Raw data:

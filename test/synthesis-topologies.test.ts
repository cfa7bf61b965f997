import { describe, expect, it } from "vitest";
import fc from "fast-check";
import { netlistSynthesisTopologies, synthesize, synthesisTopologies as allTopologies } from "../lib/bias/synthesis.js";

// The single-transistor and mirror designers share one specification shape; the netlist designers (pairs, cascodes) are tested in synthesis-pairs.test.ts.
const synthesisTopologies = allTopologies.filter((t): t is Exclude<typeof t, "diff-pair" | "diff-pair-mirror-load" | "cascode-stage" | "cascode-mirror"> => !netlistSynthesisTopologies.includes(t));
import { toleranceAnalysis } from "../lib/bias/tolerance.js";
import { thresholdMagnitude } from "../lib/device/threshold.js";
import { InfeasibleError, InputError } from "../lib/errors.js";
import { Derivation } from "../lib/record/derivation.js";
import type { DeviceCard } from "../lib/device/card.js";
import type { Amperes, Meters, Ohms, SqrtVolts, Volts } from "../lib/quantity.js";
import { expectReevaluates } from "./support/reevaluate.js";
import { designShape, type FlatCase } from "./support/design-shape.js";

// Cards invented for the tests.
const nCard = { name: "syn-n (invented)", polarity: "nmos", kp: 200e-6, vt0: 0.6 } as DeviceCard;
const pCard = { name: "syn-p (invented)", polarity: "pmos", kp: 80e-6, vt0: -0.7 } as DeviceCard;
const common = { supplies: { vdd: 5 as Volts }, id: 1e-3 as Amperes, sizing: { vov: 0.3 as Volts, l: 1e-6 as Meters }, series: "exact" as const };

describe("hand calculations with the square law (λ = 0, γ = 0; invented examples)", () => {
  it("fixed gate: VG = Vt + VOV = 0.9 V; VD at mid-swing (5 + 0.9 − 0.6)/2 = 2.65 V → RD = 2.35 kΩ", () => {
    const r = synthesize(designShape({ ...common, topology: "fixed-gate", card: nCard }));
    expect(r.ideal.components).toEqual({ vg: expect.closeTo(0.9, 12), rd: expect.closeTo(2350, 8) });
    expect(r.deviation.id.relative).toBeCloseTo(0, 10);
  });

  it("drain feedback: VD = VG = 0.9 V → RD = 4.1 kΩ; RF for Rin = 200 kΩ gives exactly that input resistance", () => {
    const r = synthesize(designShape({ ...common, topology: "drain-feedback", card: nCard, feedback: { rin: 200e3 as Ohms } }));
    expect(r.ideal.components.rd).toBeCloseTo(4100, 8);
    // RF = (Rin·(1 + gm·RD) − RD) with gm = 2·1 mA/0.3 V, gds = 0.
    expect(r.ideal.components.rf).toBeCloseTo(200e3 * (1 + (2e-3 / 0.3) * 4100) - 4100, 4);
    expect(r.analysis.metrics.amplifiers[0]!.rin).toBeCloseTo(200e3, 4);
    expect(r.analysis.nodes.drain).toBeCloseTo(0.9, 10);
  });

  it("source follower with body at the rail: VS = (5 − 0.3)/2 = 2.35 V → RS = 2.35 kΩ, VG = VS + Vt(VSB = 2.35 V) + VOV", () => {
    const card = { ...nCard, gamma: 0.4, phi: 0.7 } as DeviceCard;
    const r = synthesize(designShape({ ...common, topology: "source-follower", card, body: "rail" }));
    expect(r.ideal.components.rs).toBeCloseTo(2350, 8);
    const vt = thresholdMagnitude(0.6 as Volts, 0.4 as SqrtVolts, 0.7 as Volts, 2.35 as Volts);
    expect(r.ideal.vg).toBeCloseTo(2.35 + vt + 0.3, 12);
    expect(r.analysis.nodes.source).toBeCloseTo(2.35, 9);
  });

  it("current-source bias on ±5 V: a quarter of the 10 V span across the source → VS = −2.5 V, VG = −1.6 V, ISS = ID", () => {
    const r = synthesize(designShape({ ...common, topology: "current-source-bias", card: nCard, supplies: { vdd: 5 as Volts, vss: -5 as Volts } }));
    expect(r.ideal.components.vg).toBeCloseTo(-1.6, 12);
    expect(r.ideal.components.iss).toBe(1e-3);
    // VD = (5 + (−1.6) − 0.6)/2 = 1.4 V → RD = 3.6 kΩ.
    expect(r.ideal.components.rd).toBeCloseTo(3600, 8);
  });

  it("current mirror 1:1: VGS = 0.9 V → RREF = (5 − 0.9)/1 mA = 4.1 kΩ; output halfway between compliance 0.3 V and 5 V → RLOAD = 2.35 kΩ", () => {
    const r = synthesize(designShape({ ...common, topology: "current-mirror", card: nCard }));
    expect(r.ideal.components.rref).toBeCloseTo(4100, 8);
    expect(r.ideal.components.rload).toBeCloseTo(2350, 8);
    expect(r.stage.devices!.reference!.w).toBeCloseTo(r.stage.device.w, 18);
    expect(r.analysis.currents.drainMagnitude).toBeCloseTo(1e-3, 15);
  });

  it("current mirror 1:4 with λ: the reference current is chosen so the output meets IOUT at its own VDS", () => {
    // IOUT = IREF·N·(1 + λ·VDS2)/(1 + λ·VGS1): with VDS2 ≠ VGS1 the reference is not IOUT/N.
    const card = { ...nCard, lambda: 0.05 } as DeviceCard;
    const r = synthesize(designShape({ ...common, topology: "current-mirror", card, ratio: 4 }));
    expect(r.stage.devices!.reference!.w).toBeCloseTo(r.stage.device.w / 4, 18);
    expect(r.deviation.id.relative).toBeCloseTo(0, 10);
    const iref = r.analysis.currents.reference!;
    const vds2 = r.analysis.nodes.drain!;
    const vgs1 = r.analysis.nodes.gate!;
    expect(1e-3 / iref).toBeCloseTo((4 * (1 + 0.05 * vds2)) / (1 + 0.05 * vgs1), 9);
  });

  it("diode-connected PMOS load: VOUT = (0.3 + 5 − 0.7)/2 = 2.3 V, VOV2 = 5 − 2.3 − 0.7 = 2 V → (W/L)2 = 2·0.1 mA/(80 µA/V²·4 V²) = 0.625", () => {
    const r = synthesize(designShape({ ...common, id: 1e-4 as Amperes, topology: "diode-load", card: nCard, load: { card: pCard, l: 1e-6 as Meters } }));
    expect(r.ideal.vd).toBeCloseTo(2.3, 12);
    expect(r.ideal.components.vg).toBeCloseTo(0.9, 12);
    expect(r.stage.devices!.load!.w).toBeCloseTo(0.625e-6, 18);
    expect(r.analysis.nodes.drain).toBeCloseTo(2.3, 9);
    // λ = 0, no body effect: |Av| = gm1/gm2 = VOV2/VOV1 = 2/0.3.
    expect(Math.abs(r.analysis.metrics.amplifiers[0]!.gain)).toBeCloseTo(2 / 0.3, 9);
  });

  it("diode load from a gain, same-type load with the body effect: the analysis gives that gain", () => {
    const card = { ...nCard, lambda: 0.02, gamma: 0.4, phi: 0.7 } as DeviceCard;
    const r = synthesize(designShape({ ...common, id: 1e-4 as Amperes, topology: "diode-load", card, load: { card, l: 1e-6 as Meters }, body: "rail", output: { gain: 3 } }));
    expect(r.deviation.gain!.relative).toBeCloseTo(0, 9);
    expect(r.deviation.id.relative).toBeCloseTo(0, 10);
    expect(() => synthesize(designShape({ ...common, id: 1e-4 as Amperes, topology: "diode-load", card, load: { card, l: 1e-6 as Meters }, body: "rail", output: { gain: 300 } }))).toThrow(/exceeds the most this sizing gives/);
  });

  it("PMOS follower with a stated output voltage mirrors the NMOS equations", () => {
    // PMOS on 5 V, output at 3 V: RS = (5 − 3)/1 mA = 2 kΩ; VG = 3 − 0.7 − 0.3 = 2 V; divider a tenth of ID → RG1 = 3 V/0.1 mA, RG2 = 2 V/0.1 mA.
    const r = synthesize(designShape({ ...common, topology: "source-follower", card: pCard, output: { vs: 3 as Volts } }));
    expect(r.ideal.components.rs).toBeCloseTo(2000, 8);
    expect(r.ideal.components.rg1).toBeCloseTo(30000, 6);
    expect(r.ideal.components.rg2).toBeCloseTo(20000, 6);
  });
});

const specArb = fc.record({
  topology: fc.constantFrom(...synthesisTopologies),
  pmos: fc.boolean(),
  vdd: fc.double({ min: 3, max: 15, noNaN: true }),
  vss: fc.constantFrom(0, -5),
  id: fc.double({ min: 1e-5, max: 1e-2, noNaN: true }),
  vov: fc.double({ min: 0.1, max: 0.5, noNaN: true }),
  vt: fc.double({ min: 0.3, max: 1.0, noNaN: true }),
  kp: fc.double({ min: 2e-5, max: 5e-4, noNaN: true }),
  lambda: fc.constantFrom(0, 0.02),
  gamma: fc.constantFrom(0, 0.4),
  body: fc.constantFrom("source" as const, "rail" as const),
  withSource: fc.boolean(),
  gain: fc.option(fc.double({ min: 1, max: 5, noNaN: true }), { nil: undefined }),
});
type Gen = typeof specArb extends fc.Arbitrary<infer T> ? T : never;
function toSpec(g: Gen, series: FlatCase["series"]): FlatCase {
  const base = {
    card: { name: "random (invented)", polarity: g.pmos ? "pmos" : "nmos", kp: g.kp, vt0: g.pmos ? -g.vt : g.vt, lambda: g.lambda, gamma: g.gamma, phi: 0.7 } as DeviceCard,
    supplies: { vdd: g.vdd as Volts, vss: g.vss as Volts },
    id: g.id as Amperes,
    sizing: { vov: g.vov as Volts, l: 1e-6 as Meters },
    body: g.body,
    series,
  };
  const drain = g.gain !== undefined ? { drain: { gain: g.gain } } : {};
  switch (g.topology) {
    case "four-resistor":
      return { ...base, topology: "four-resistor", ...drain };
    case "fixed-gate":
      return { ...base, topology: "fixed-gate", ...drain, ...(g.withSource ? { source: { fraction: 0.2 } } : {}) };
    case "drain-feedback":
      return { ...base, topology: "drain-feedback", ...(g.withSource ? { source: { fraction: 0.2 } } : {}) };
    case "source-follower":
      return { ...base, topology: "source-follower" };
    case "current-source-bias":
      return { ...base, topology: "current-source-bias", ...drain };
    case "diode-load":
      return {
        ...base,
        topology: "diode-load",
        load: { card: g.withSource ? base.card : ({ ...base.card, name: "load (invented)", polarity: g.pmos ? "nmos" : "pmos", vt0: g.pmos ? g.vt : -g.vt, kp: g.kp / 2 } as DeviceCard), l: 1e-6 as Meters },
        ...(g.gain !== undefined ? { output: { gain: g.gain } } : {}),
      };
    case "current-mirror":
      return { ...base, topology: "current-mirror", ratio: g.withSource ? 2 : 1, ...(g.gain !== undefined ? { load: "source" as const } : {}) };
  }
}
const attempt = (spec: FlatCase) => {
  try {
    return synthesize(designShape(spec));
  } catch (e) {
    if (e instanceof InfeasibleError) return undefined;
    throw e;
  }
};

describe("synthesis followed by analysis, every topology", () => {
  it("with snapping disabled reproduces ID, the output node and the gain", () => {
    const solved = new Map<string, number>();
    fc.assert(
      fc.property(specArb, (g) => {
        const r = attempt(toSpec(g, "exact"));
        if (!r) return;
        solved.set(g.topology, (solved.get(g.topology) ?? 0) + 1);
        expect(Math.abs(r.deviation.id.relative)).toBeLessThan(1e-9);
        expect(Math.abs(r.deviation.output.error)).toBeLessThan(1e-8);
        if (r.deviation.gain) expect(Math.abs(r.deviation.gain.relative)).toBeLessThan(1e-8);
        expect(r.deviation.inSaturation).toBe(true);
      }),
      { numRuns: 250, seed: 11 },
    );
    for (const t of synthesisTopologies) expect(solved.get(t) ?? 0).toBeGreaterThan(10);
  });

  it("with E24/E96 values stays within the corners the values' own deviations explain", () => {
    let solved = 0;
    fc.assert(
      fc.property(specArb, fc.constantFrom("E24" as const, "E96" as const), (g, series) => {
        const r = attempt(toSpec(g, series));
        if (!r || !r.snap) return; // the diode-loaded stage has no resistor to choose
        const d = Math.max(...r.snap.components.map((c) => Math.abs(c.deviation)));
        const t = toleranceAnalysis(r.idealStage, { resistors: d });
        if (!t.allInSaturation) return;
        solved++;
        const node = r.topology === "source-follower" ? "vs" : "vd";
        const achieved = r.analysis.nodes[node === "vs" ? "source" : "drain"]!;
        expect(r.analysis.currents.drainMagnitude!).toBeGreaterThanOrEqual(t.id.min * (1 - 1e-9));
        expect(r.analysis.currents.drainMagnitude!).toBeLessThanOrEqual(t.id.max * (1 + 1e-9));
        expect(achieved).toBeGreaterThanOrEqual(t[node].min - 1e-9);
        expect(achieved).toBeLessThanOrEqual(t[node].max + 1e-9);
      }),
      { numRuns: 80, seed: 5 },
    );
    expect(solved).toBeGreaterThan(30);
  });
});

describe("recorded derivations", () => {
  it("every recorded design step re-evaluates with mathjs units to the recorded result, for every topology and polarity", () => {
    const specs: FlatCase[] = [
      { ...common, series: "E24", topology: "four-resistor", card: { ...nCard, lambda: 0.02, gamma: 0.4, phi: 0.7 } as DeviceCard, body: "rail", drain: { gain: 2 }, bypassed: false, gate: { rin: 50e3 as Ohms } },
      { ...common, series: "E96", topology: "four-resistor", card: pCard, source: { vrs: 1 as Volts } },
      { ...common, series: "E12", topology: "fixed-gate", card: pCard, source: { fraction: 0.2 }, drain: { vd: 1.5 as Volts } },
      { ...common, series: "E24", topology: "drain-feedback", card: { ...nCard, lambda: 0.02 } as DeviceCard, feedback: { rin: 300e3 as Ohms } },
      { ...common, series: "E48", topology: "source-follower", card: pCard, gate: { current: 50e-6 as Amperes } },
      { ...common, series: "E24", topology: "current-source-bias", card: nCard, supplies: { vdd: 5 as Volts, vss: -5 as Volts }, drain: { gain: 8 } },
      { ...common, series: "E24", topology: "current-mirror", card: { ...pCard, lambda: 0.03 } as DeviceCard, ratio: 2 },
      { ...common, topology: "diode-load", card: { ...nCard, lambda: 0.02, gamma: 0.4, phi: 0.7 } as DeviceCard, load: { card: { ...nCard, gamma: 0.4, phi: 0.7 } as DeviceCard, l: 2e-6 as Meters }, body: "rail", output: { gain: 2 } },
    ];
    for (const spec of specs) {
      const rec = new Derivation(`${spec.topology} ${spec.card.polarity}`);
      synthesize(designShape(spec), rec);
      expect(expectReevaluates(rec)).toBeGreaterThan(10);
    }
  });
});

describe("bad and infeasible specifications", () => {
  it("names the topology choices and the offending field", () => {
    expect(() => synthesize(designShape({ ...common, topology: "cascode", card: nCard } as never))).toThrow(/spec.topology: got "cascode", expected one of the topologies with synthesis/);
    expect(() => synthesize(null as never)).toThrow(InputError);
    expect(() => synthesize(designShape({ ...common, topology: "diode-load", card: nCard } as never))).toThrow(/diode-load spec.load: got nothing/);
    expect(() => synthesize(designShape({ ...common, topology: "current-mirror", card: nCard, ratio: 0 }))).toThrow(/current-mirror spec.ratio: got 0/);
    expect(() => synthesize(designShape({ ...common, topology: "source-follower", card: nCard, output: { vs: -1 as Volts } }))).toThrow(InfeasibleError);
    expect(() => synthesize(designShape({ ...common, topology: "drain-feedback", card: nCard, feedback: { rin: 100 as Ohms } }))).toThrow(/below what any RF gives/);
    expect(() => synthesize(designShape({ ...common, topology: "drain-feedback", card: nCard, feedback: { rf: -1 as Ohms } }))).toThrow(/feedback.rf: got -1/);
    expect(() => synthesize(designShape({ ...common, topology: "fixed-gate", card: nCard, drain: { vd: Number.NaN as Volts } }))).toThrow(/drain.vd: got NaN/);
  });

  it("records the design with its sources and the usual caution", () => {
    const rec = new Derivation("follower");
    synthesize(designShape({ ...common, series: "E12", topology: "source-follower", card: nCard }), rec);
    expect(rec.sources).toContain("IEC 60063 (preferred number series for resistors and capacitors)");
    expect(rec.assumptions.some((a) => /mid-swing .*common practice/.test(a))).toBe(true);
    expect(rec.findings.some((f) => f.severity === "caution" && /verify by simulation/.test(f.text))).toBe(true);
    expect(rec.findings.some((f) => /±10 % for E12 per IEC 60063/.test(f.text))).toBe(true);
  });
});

What the exercise asks:
From the records above, copy out the line with "DeviceCard, l: 2e-6", the line with "the topology choices", and every line between them, word for word.

Answer area:
      { ...common, topology: "diode-load", card: { ...nCard, lambda: 0.02, gamma: 0.4, phi: 0.7 } as DeviceCard, load: { card: { ...nCard, gamma: 0.4, phi: 0.7 } as DeviceCard, l: 2e-6 as Meters }, body: "rail", output: { gain: 2 } },
    ];
    for (const spec of specs) {
      const rec = new Derivation(`${spec.topology} ${spec.card.polarity}`);
      synthesize(designShape(spec), rec);
      expect(expectReevaluates(rec)).toBeGreaterThan(10);
    }
  });
});

describe("bad and infeasible specifications", () => {
  it("names the topology choices and the offending field", () => {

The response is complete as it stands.